I gave up on music. I had been so engaged in it for so many years, I'd just had enough. I didn't like anything and what I did like was in a subculture I needed to flee. I don't think I bought music that wasn't children's music from 1996-1999, and I'm not even joking. There was nothing to hear. I missed grunge, I missed allot and I have no regrets.
I read allot I raised a kid and when and wanted music I went backwards. I had Bowie and The Cure, Squeeze and the rest to entertain me. I stumbled across Joe Strummer with "Mescaleros" one day while reading some website online. He's still around? God I loved that guy. A strong influence in my life that made me realize that punk rock could be intellectual rock if it wanted to. He helped start my interest in punk and he even helped usher me out of the dangerous scene it had become. I rested heavily on learning politics and world events. The world is huge it doesn't revolve around social outcasts and death.
I fell on to Rock Art & The X Ray Style. What the hell was this? What was Joe up to now? Had he grown up from the Brigade Rose' days too? I went to a record store and bought this pink disc. $21.99 damn that was expensive.
"Tony Adams" begins with the static of Joes infamous global radio. "Late News Breaking This Just In…" is a prefect start to a bass heavy bongo poppin sultry tune. I had no idea who the hell Tony Adams was, the footballer? The producer? Joes neighbor? The director? I didn't care really, Joe's voice was fabulous. There is some beautiful brass work in this ditty 'has the new world begun?'
"Sandpaper Blues" in time had me using my car steering wheel as a bongo drum 'ay ay ay' This is the Strummer voice I love most. That strained high pitch it has such an incredible vulnerability "keep the food upon the table- if you shake it well tonight, as well as you are able'', I was entranced. I still am every time I hear this song I fall more in love with it. There is so much going on in it. its like a stew of sound with that gorgeous rasp. sigh…'never go against that grain'
"X Ray Style" again the bongo is addictive. Joe as story teller 'I wanna dance awhile', this is Joes campfire music and it sounds relaxed and gentle like a jam session. Its got a warm feel that just makes it tough for me to elaborate on- you either get it or you don't.

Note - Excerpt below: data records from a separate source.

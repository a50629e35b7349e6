// SPDX-License-Identifier: GPL-3.0-or-later
#pragma once

#include <optional>
#include <string>
#include <vector>

#include "tonewalk/base/sample.hpp"
#include "tonewalk/base/time.hpp"
#include "tonewalk/recording/sample_format.hpp"

namespace tonewalk {

/// One segment: from `sample_start` to the next segment's.
struct sigmf_segment {
    sample_index sample_start = 0;            ///< index among the stored samples
    std::optional<sample_index> global_index; ///< with lost samples counted; absent: sample_start
    std::optional<double> centre_hz;          ///< within ±1e12
    std::optional<utc_time> start_utc;
};

struct sigmf_frequency_span {
    double low_hz = 0.0, high_hz = 0.0;
};

/// A remark on samples [sample_start, sample_start + sample_count).
struct sigmf_annotation {
    sample_index sample_start = 0;
    std::optional<sample_index> sample_count; ///< absent: up to the next annotation
    std::optional<sigmf_frequency_span> span;
    std::string label, comment; ///< empty: left out
};

/// All that is written of a recording; empty texts and lists are left out.
struct sigmf_document {
    sample_format format;
    double sample_rate_hz = 0.0; ///< 1 to 1e12
    unsigned lanes = 1;          ///< interleaved streams
    std::string author, description, recorder, hardware, licence_uri;
    std::string sha512;                        ///< of the whole data file, 128 hex digits
    std::vector<sigmf_segment> segments{{}};   ///< ascending sample_start; empty: one segment at 0
    std::vector<sigmf_annotation> annotations; ///< ascending sample_start
};

/// The text of the .sigmf-meta file, SigMF 1.2.5, indented, ending in a newline. Bytes of texts
/// that are no UTF-8 are replaced.
[[nodiscard]] std::string sigmf_text(const sigmf_document&);

} // namespace tonewalk
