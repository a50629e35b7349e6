// SPDX-License-Identifier: GPL-3.0-or-later
#pragma once

#include <cstddef>
#include <memory>
#include <span>
#include <string>

namespace tonewalk {

/// SHA-512 of a stream of bytes (FIPS 180-4), however it is cut.
class sha512_hash {
public:
    sha512_hash();
    sha512_hash(sha512_hash&&) noexcept;
    sha512_hash& operator=(sha512_hash&&) noexcept;
    ~sha512_hash();

    void add(std::span<const std::byte> bytes);
    /// 128 lower-case hex digits of all bytes so far; the hash then starts anew.
    [[nodiscard]] std::string finish();

private:
    struct context;
    std::unique_ptr<context> context_;
};

} // namespace tonewalk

"Techno D Day" what the hell is this goofball tune? BUT he does yell 'RrrrrrrrrrrrrrrrrrrrrrrrrrrrrrrrrraAH' so freakin cool.This song has the more notable guitar riffs. Its funny how songs can whip you into a time capsule. I can remember exactly what was going on around me when I heard this tune. It was empowering and happy and although called 'd-day' it still was almost the exact moment I thought, hey maybe music is good again 'this is all about free speech'
"The Road To Rock and Roll" has become a sad song to me. "theres allot of wreckage in the ravine". There was a load of wreckage to the scene I escaped. This song spoke to me of that time. It again, felt empowering. I swear this guy was my spirit guide without even knowing.
"Diggin The New" starts as a rock and roll slow dance fully clothed grind that sends shudders down my spine. "Live in this world and get diggin the new', and ramps up just in time to prevent it from being a melancholy bag of shit. But that's the genius of Joe the whiplash ability to transition to a pop song from a wail. There will never be an artist with more magic than Joe- ever. "remember it ain't set in cement'
"Nitcomb" 'its gonna take a nit comb to get rid of me', perfect. As if anyone would want rid of Joe. I swear to God I have no idea why he had to go and fucking Iggy is still around. 'I know its gonna be alright'.
"Yalla Yalla" the first time I saw this video I broke out in to the most hysterical cry of a decade. To this day my eyes still well with its opening notes. "lets forget you didn't show, not in my time', and this is when I realized I had to listen up again. The power in his yell the thump of the bass the 'sucking the wine right out of the vine and spitting it out again' was a sign to me to get up and get listening 'drive distance no object rasta fari…' and drove I did. Yalla Yalla will always be my rebirth tune.
Silly isn't it- its just a silly pop tune with jumbalaya lyrics yet it got me back into music. It gave me the desire to see what else was going on and peek my head out from the cave I had boxed into.
"Willesden To Cricklewood", was a nursery rhyme of hand holding departure. Pooh and piglet could walk to the sunset in to this one. To me it was the calming closure to an emotional awakening 'just once to break the rules, I know it would be so cool'. The soft piano only adds to the farewell of the song. "Come with me and be no good", it was time. Joe reminded me that its ok to hip hop at traffic lights, its ok to just be you.
From Willesden to Cricklewood
As I went it all looked good
Thought about my babies grown
Thought about going home
Thought about what's done is done
Joe Strummer nudged me to start a new chapter of life with this album. No longer the punk rock goddess I was an adult and a mother and had responsibilities and obligations and he let me know in 10 tracks that its ok to be a rocker only more wisely this time. For the record, as I wrote this tears flowed as well, again you either get it or you don't.